TASK DETAILS
Whenever a line of the data below holds the string "standardDeviationMl", copy that line.

━━ RECORDS PROVIDED ━━

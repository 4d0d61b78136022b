import { airDensity } from './air-density';
import { Decimal } from './decimal';
import { MetrologyInputError } from './errors';
import { type GravimetricPointInput, evaluateGravimetricPoint } from './gravimetric-run';
import { replicateVolume } from './gravimetric';

// A 100 mL flask ("In") weighed five times: invented bench figures, not published data.
const filled = ['159.7012', '159.7031', '159.6998', '159.7020', '159.7007'];
const temps = ['20.2', '20.3', '20.2', '20.4', '20.3'];
const point: GravimetricPointInput = {
  nominalVolumeMl: 100,
  replicates: filled.map((f, i) => ({
    readings: { mode: 'contain' as const, filledG: f, emptyG: '59.9050' },
    waterTemperatureC: temps[i] as string,
  })),
  air: { airDensityKgPerM3: '1.195' },
  material: 'borosilicate-3-3',
  uncertainties: {
    balanceCalibrationG: '0.0003',
    balanceResolutionG: '0.0001',
    waterTemperatureC: '0.05',
    airDensityKgPerM3: '0.006',
    meniscusMl: '0.005',
    evaporationMl: '0.0005',
  },
};

describe('evaluateGravimetricPoint: one point of a 100 mL flask', () => {
  const r = evaluateGravimetricPoint(point);

  it('converts each replicate with the volume model of gravimetric.ts', () => {
    expect(r.replicates).toHaveLength(5);
    const first = replicateVolume({
      readings: { mode: 'contain', filledG: '159.7012', emptyG: '59.9050' },
      waterTemperatureC: '20.2',
      airDensityKgPerM3: '1.195',
      expansionCoefficientPerK: '9.9e-6',
    });
    expect(r.replicates[0]?.volumeMl.eq(first.volumeMl)).toBe(true);
    expect(r.replicates[0]?.netMassG.toString()).toBe('99.7962');
    expect(r.expansionCoefficientPerK.toString()).toBe('0.0000099');
  });

  it('reports mean, standard deviation, CV and systematic error of the replicate volumes', () => {
    const v = r.replicates.map((x) => x.volumeMl);
    const m = v.reduce((s, x) => s.plus(x), new Decimal(0)).div(5);
    expect(r.meanVolumeMl.eq(m)).toBe(true);
    expect(r.systematicErrorMl.eq(m.minus(100))).toBe(true);
    expect(r.meanVolumeMl.toNumber()).toBeCloseTo(100.08, 1);
    expect(r.standardDeviationMl.toNumber()).toBeGreaterThan(0.0005);
    expect(r.standardDeviationMl.toNumber()).toBeLessThan(0.003);
    expect(r.cvPercent.eq(r.standardDeviationMl.div(r.meanVolumeMl).times(100))).toBe(true);
  });

  it('carries the cg-19 budget with U and k, built at the mean net mass and mean temperature', () => {
    const u = r.uncertainty;
    expect(u.budget.rows).toHaveLength(10);
    expect(u.budget.rows[0]?.value.toString()).toBe('99.79636');
    expect(u.budget.rows[2]?.value.toString()).toBe('20.28');
    expect(u.expandedUncertaintyMl.eq(u.combinedStandardUncertaintyMl.times(u.coverageFactor))).toBe(true);
    expect(u.volumeMl.minus(r.meanVolumeMl).abs().toNumber()).toBeLessThan(1e-4);
  });

  it('runs Grubbs but keeps every replicate, warns about defaults, gives no verdict without limits', () => {
    expect(r.grubbs.applicable).toBe(true);
    expect(r.verdict).toBeNull();
    expect(r.warnings.map((w) => w.code)).toContain('uncertainty-default-used');
  });
});

describe('evaluateGravimetricPoint: outliers, air conditions and verdict', () => {
  it('reports an outlier by Grubbs and keeps it in the mean', () => {
    const many = ['159.7012', '159.7031', '159.6998', '159.7020', '159.7007', '159.7015', '159.7010', '159.7300'];
    const r = evaluateGravimetricPoint({
      ...point,
      replicates: many.map((f) => ({ readings: { mode: 'contain' as const, filledG: f, emptyG: '59.9050' }, waterTemperatureC: '20.3' })),
    });
    expect(r.grubbs.applicable && r.grubbs.outlier && r.grubbs.suspectIndex).toBe(7);
    expect(r.replicates).toHaveLength(8);
    expect(r.warnings.find((w) => w.code === 'grubbs-outlier')?.field).toBe('replicates[7]');
  });

  it('computes the air density from the conditions with air-density.ts', () => {
    const conditions = { temperatureC: '21', pressurePa: '100800', relativeHumidityPercent: '45' };
    const r = evaluateGravimetricPoint({ ...point, air: { conditions } });
    expect(r.airDensityKgPerM3.eq(airDensity(conditions).densityKgPerM3)).toBe(true);
  });

  it('gives the verdict of tolerances.ts when a limit is passed', () => {
    expect(evaluateGravimetricPoint({ ...point, acceptance: { limitMl: '0.1' } }).verdict?.verdict).toBe('pass');
    expect(evaluateGravimetricPoint({ ...point, acceptance: { limitMl: '0.05' } }).verdict?.verdict).toBe('fail');
  });

  it('refuses a single replicate and a non-positive nominal volume', () => {
    expect(() => evaluateGravimetricPoint({ ...point, replicates: point.replicates.slice(0, 1) })).toThrow(MetrologyInputError);
    expect(() => evaluateGravimetricPoint({ ...point, nominalVolumeMl: 0 })).toThrow(/nominalVolumeMl/);
  });
});
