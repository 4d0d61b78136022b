import { Body, Controller, Get, Headers, HttpCode, Param, Patch, Post, Query } from '@nestjs/common';
import { ApiBody, ApiOperation, ApiResponse, ApiTags } from '@nestjs/swagger';
import { ZodResponse } from '../common/http/zod-response';

import type { RequestContext } from '../auth/actor';
import { Ctx, PeopleOnly } from '../auth/auth.decorators';
import { NeedsIfMatch, WithEtag, WithLocation } from '../common/http/etag.interceptor';
import { ApprovalDto, CalibrationDto, CalibrationPageDto, VoidedDto } from './calibration.responses';
import {
  ApproveCalibrationDto,
  CalibrationIdParamDto,
  CalibrationListQueryDto,
  CreateCalibrationDto,
  ReturnCalibrationDto,
  SubmitCalibrationDto,
  UpdateCalibrationDto,
  VoidCalibrationDto,
} from './calibration.schemas';
import { CalibrationService } from './calibration.service';
import { CalibrationReview } from './calibration-review.service';
import { CalibrationSubmission } from './calibration-submission.service';

const STATE_409 = { status: 409, description: 'invalid-state: the record’s state does not allow this (`state` names it)' } as const;
const IF_MATCH = [
  { status: 412, description: 'precondition-failed: the record changed since you read it' },
  { status: 428, description: 'precondition-required: send If-Match' },
] as const;

/** Gravimetric calibration records: draft → submitted → approved | returned; voided with a reason. */
@ApiTags('calibrations')
@PeopleOnly()
@Controller('v1/calibrations')
export class CalibrationController {
  constructor(
    private readonly calibrations: CalibrationService,
    private readonly submission: CalibrationSubmission,
    private readonly review: CalibrationReview,
  ) {}

  @Post()
  @WithEtag()
  @WithLocation()
  @ApiOperation({
    summary: 'Record a calibration as a draft (analysts and managers of the vessel’s lab)',
    description:
      'performerId defaults to you; a manager of the lab may enter it for an analyst or manager of the lab (both are recorded). ' +
      'One point at the nominal volume for one-mark ware; two or more distinct volumes up to the nominal for burettes, graduated pipettes, ' +
      'graduated cylinders and variable piston pipettes. Readings follow the vessel’s delivery mode. Quantities are checked by the ' +
      'computation library at once (422 naming the field); results are computed and frozen at submission.',
  })
  @ApiResponse({ status: 400, description: 'validation-failed: members, points or readings that do not fit the vessel, named in `errors`' })
  @ApiResponse({ status: 403, description: 'forbidden: auditors, analysts for someone else, people outside the lab who can read it' })
  @ApiResponse({ status: 404, description: 'not-found: no vessel with that id in a lab you can read' })
  @ApiResponse({ status: 422, description: 'unprocessable-quantity: a value the method refuses' })
  @ZodResponse({ status: 201, type: CalibrationDto })
  create(@Ctx() ctx: RequestContext, @Body() body: CreateCalibrationDto) {
    return this.calibrations.create(ctx, body);
  }

  @Get()
  @ApiOperation({ summary: 'Calibrations of the labs you can read, newest performed first (cursor pages)' })
  @ZodResponse({ status: 200, type: CalibrationPageDto })
  list(@Ctx() ctx: RequestContext, @Query() query: CalibrationListQueryDto) {
    return this.calibrations.list(ctx, query);
  }

  @Get(':id')
  @WithEtag()
  @ApiOperation({ summary: 'One calibration with its inputs and, once submitted, its frozen results' })
  @ZodResponse({ status: 200, type: CalibrationDto })
  get(@Ctx() ctx: RequestContext, @Param() params: CalibrationIdParamDto) {
    return this.calibrations.get(ctx, params.id);
  }

  @Patch(':id')
  @NeedsIfMatch()
  @ApiOperation({
    summary: 'Change a draft or returned calibration (its performer, or the manager who entered it)',
    description: 'Given members replace the stored ones (points as a whole). After submission the record is frozen: 409.',
  })
  @ApiResponse(STATE_409)
  @ApiResponse(IF_MATCH[0])
  @ApiResponse(IF_MATCH[1])
  @ZodResponse({ status: 200, type: CalibrationDto })
  update(
    @Ctx() ctx: RequestContext,
    @Param() params: CalibrationIdParamDto,
    @Body() body: UpdateCalibrationDto,
    @Headers('if-match') ifMatch?: string,
  ) {
    return this.calibrations.update(ctx, params.id, ifMatch, body);
  }

  @Post(':id/submit')
  @HttpCode(200)
  @NeedsIfMatch()
  @ApiOperation({
    summary: 'Submit: check traceability, compute every point, freeze inputs and results with the library version',
    description:
      'Rules, as of performedAt: the vessel, balance and thermometer are in service; the balance’s external calibration and the ' +
      'thermometer’s calibration are not overdue (due date on or after the performance date in the lab’s zone); the balance’s ' +
      'latest routine check at or before the performance passed and is within the lab’s window. A broken rule gives 422 ' +
      '`traceability-violation` listing each; a lab that allows exceptions accepts `exceptionReason` (never for the vessel ' +
      'itself or a retired item), recorded with the calibration and in the audit trail.',
  })
  @ApiBody({ type: SubmitCalibrationDto, required: false })
  @ApiResponse({ status: 422, description: 'traceability-violation: `violations` lists { rule, itemId, detail, exceptionAllowed }' })
  @ApiResponse(STATE_409)
  @ZodResponse({ status: 200, type: CalibrationDto })
  submit(
    @Ctx() ctx: RequestContext,
    @Param() params: CalibrationIdParamDto,
    @Body() body: SubmitCalibrationDto,
    @Headers('if-match') ifMatch?: string,
  ) {
    return this.submission.submit(ctx, params.id, ifMatch, body);
  }

  @Post(':id/approve')
  @HttpCode(200)
  @NeedsIfMatch()
  @ApiOperation({
    summary: 'Approve a submitted calibration (the lab’s managers, administrators)',
    description:
      'With the lab’s four-eyes rule (the default) the reviewer is neither the performer nor the person who entered it (403 four-eyes). ' +
      'A passing or no-limit calibration becomes the performer’s factor for the vessel in the same transaction (the previous one ' +
      'superseded, kept as history). A failed one gives no factor: the vessel’s current factors are marked for review and, where ' +
      'the lab says so, the vessel is quarantined; `impact` lists what changed. A factor from a calibration that a later failed ' +
      'routine check of its balance, or a later out-of-tolerance finding of its thermometer, already reached is issued marked for review.',
  })
  @ApiBody({ type: ApproveCalibrationDto, required: false })
  @ApiResponse({ status: 403, description: 'forbidden (not a manager of the lab) or four-eyes' })
  @ApiResponse(STATE_409)
  @ZodResponse({ status: 200, type: ApprovalDto })
  approve(
    @Ctx() ctx: RequestContext,
    @Param() params: CalibrationIdParamDto,
    @Body() body: ApproveCalibrationDto,
    @Headers('if-match') ifMatch?: string,
  ) {
    return this.review.approve(ctx, params.id, ifMatch, body.note);
  }

  @Post(':id/return')
  @HttpCode(200)
  @NeedsIfMatch()
  @ApiOperation({ summary: 'Return a submitted calibration to its performer with a note (same reviewers as approval)' })
  @ApiResponse({ status: 403, description: 'forbidden (not a manager of the lab) or four-eyes' })
  @ApiResponse(STATE_409)
  @ZodResponse({ status: 200, type: CalibrationDto })
  sendBack(
    @Ctx() ctx: RequestContext,
    @Param() params: CalibrationIdParamDto,
    @Body() body: ReturnCalibrationDto,
    @Headers('if-match') ifMatch?: string,
  ) {
    return this.review.sendBack(ctx, params.id, ifMatch, body.note);
  }

  @Post(':id/void')
  @HttpCode(200)
  @NeedsIfMatch()
  @ApiOperation({
    summary: 'Void a calibration with a reason (the lab’s managers and administrators; its performer for their own draft)',
    description: 'Nothing is deleted. Voiding an approved calibration withdraws its factor if it is current.',
  })
  @ApiResponse(STATE_409)
  @ZodResponse({ status: 200, type: VoidedDto })
  void(
    @Ctx() ctx: RequestContext,
    @Param() params: CalibrationIdParamDto,
    @Body() body: VoidCalibrationDto,
    @Headers('if-match') ifMatch?: string,
  ) {
    return this.review.void(ctx, params.id, ifMatch, body.reason);
  }
}
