/**
 * Recorded with every frozen result (calibrations, balance checks). Bump the
 * minor version when a computation's results can change, the major version
 * when inputs or outputs change shape.
 */
export const METROLOGY_LIBRARY_VERSION = '1.0.0';
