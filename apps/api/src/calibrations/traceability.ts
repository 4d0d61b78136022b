import type { ItemStatus } from '../inventory/inventory.schemas';
import type { Violation } from './calibration.responses';

/** Everything the traceability rules look at, as of the calibration's performance time. */
export interface TraceabilityFacts {
  readonly performedAt: Date;
  /** The lab's zone: due dates are calendar days there. */
  readonly timeZone: string;
  readonly checkWindowDays: number;
  readonly vessel: { readonly id: string; readonly status: ItemStatus };
  readonly balance: { readonly id: string; readonly status: ItemStatus; readonly externalCalibrationDue: string | null };
  /** The balance's latest routine check at or before performedAt. */
  readonly latestCheck: { readonly performedAt: Date; readonly kind: string; readonly passed: boolean } | null;
  readonly thermometer: { readonly id: string; readonly status: ItemStatus; readonly calibrationDue: string | null };
}

const DAY_MS = 86_400_000;

/** The calendar date (YYYY-MM-DD) of an instant in a time zone. */
export function localDate(at: Date, timeZone: string): string {
  const parts = new Intl.DateTimeFormat('en-US', { timeZone, year: 'numeric', month: '2-digit', day: '2-digit' }).formatToParts(at);
  const part = (type: string) => parts.find((p) => p.type === type)?.value ?? '';
  return `${part('year')}-${part('month')}-${part('day')}`;
}

/**
 * The rules an item used in a calibration must meet at the time it was performed:
 *  - the vessel is in service (never by exception: a manager returns it to service first);
 *  - the balance is in service, its external calibration is not overdue (due date on or after
 *    the performance date, in the lab's zone), and its latest routine check at or before the
 *    performance passed and is at most the lab's window (days of 24 h) old;
 *  - the thermometer is in service and its calibration is not overdue.
 * An item without a due date on record has no traceable calibration. A retired item is never
 * accepted by exception; the other instrument rules may be, where the lab allows exceptions.
 */
export function traceabilityViolations(f: TraceabilityFacts): Violation[] {
  const day = localDate(f.performedAt, f.timeZone);
  const violations: Violation[] = [];
  const add = (rule: Violation['rule'], itemId: string, detail: string, exceptionAllowed: boolean) =>
    violations.push({ rule, itemId, detail, exceptionAllowed });

  if (f.vessel.status !== 'in-service') {
    add(
      'vessel-in-service',
      f.vessel.id,
      `The vessel is ${f.vessel.status}; it must be returned to service before it is calibrated.`,
      false,
    );
  }
  if (f.balance.status !== 'in-service') {
    add('balance-in-service', f.balance.id, `The balance is ${f.balance.status}.`, f.balance.status !== 'retired');
  }
  const balanceDue = overdue(f.balance.externalCalibrationDue, day, 'external calibration');
  if (balanceDue) add('balance-calibration-current', f.balance.id, balanceDue, f.balance.status !== 'retired');
  const check = checkProblem(f);
  if (check) add('balance-check-passed', f.balance.id, check, f.balance.status !== 'retired');

  if (f.thermometer.status !== 'in-service') {
    add('thermometer-in-service', f.thermometer.id, `The thermometer is ${f.thermometer.status}.`, f.thermometer.status !== 'retired');
  }
  const thermometerDue = overdue(f.thermometer.calibrationDue, day, 'calibration');
  if (thermometerDue) add('thermometer-calibration-current', f.thermometer.id, thermometerDue, f.thermometer.status !== 'retired');
  return violations;
}

function overdue(due: string | null, day: string, what: string): string | null {
  if (due === null) return `No ${what} due date is on record.`;
  return due < day ? `The ${what} was due on ${due}; the calibration was performed on ${day}.` : null;
}

function checkProblem(f: TraceabilityFacts): string | null {
  const check = f.latestCheck;
  if (!check) return `No routine check of the balance is recorded at or before ${f.performedAt.toISOString()}.`;
  if (!check.passed) return `The latest routine check before the calibration (${check.kind}, ${check.performedAt.toISOString()}) failed.`;
  if (f.performedAt.getTime() - check.performedAt.getTime() > f.checkWindowDays * DAY_MS) {
    return `The latest routine check (${check.performedAt.toISOString()}) is older than the lab’s window of ${f.checkWindowDays} day(s).`;
  }
  return null;
}
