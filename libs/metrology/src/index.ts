export * from './decimal';
export * from './errors';
export * from './statistics';
export * from './statistics-quantiles';
export * from './tolerances';
export * from './balance';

━━━

RESULT OF THE EXERCISE
    expect(r.standardDeviationMl.toNumber()).toBeGreaterThan(0.0005);
    expect(r.standardDeviationMl.toNumber()).toBeLessThan(0.003);
    expect(r.cvPercent.eq(r.standardDeviationMl.div(r.meanVolumeMl).times(100))).toBe(true);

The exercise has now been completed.